====== Supplied data ======
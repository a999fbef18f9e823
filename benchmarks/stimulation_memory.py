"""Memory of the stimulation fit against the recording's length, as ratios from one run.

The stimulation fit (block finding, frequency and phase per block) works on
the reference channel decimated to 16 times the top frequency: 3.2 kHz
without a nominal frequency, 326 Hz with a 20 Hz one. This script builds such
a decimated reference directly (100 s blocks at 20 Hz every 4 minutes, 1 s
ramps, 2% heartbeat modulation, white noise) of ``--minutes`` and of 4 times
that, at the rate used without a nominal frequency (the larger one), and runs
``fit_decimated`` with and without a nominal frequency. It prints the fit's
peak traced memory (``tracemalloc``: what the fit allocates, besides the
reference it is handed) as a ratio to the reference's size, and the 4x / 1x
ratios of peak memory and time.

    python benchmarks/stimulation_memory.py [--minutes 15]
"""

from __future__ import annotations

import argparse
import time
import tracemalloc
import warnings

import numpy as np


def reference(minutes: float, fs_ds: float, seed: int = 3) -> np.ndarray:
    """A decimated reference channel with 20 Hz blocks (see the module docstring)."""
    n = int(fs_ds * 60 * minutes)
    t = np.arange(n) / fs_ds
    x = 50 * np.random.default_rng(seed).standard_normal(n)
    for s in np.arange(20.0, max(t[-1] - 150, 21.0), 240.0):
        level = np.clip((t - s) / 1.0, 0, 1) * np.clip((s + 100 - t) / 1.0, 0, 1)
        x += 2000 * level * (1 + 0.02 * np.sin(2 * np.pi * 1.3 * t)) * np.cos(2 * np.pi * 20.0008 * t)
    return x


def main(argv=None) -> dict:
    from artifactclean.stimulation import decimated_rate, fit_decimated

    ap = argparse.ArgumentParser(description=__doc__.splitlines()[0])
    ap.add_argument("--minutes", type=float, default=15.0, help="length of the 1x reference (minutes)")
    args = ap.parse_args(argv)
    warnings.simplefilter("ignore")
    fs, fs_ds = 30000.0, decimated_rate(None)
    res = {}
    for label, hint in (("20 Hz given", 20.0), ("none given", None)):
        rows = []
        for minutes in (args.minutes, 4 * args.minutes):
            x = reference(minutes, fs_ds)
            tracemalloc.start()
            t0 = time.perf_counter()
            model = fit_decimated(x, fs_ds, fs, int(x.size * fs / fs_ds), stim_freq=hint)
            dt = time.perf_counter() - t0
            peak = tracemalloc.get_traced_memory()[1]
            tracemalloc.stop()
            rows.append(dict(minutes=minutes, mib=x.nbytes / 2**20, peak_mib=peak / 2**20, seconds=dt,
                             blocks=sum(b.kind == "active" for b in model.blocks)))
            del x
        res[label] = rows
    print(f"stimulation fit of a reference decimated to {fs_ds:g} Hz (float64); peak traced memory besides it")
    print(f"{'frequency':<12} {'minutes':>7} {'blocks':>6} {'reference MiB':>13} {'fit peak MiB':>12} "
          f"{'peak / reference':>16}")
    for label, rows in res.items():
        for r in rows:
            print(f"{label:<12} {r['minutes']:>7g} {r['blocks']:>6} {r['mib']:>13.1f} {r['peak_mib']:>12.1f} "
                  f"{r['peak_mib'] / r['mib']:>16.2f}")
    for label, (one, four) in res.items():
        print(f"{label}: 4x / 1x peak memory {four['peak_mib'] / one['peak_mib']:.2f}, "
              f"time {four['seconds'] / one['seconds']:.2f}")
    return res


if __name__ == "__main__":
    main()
======
An exact copy of the lines above, from the one containing "tracemalloc.stop()" through the one containing "for label, (one, four)", is the whole of the answer.

            tracemalloc.stop()
            rows.append(dict(minutes=minutes, mib=x.nbytes / 2**20, peak_mib=peak / 2**20, seconds=dt,
                             blocks=sum(b.kind == "active" for b in model.blocks)))
            del x
        res[label] = rows
    print(f"stimulation fit of a reference decimated to {fs_ds:g} Hz (float64); peak traced memory besides it")
    print(f"{'frequency':<12} {'minutes':>7} {'blocks':>6} {'reference MiB':>13} {'fit peak MiB':>12} "
          f"{'peak / reference':>16}")
    for label, rows in res.items():
        for r in rows:
            print(f"{label:<12} {r['minutes']:>7g} {r['blocks']:>6} {r['mib']:>13.1f} {r['peak_mib']:>12.1f} "
                  f"{r['peak_mib'] / r['mib']:>16.2f}")
    for label, (one, four) in res.items():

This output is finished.